------ RECORDS FOR THE TASK

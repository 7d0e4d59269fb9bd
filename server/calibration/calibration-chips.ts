// Finding chips of a session's reference set by code, and the field chip a colour belongs to.
import type { ChipDto } from '../../shared/api/reference-set-answers.js';
import { deltaE00 } from '../../shared/colour/delta-e.js';
import { labFromTuple, type Lab } from '../../shared/colour/lab.js';
import { AppError } from '../core/app-error.js';
import type { LoadedSet } from '../reference-sets/reference-sets.js';

const indexes = new WeakMap<LoadedSet, Map<string, ChipDto>>();
const fieldChips = new WeakMap<LoadedSet, ChipDto[]>();

/** The set's chips by code, built once per loaded set. */
function byCode(set: LoadedSet): Map<string, ChipDto> {
  let index = indexes.get(set);
  if (!index) {
    index = new Map(set.chips.map((c) => [c.code, c]));
    indexes.set(set, index);
  }
  return index;
}

/** The chip with this code; a 400 naming `field` when the set has none. */
export function chipOf(set: LoadedSet, code: string, field = 'chipCode'): ChipDto {
  const chip = byCode(set).get(code);
  if (!chip) throw AppError.badRequest(`${code} is not a chip of reference set ${set.summary.id}.`, [{ field, message: `is not a chip of reference set ${set.summary.id}` }]);
  return chip;
}

/**
 * The field chip of a chip: its parent for a fine chip, itself for a field chip. Kappa counts
 * agreement on field chips, the ones printed on the card: with thousands of fine chips two
 * observers rarely pick the same one even when they see the same colour, so fine-chip agreement
 * would say more about the set's density than about the observers (our own reasoning, no source).
 */
export function fieldCodeOf(chip: ChipDto): string {
  return chip.parent ?? chip.code;
}

/** The field chip nearest a colour by ΔE00: the category a specimen's reference falls in. A scan over the set's field chips (a few hundred). */
export function nearestFieldChip(set: LoadedSet, lab: Lab): ChipDto {
  let fields = fieldChips.get(set);
  if (!fields) {
    fields = set.chips.filter((c) => c.parent === null);
    fieldChips.set(set, fields);
  }
  let best: ChipDto | null = null;
  let bestDe = Infinity;
  for (const chip of fields) {
    const de = deltaE00(lab, labFromTuple(chip.lab));
    if (de < bestDe) [best, bestDe] = [chip, de];
  }
  if (!best) throw new AppError(503, 'No field chips', `Reference set ${set.summary.id} has no field chips.`, undefined, 'no-field-chips');
  return best;
}
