import { calibrationSessionPath } from '../../shared/api/calibration-answers.js';
import type { OutgoingMail } from '../mail/mailer.js';

/** The mail every participant gets when a trainer closes a session: their own results are ready to read. */
export function resultsOutMail(to: string, name: string, title: string, heldOn: string, publicUrl: string, sessionId: number): OutgoingMail {
  const link = `${publicUrl}${calibrationSessionPath(sessionId)}`;
  return {
    to,
    subject: `Your calibration results are out: ${title}`,
    text: [
      `Hello ${name},`,
      '',
      `The calibration session "${title}" of ${heldOn} is closed, and your results are ready:`,
      'for each specimen, the chip you picked beside the reference colour, your mean ΔE00,',
      'your bias in L*, a* and b*, and whether you met the session\'s thresholds.',
      '',
      link,
      '',
      'Only you and the trainers see your own results.',
    ].join('\n'),
  };
}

------------

* **WHAT THE EXERCISE ASKS**
Find each line of the data above that holds the word "answers", then copy it.

* **OUTPUT OF THE TASK**
import type { ChipDto } from '../../shared/api/reference-set-answers.js';
import { calibrationSessionPath } from '../../shared/api/calibration-answers.js';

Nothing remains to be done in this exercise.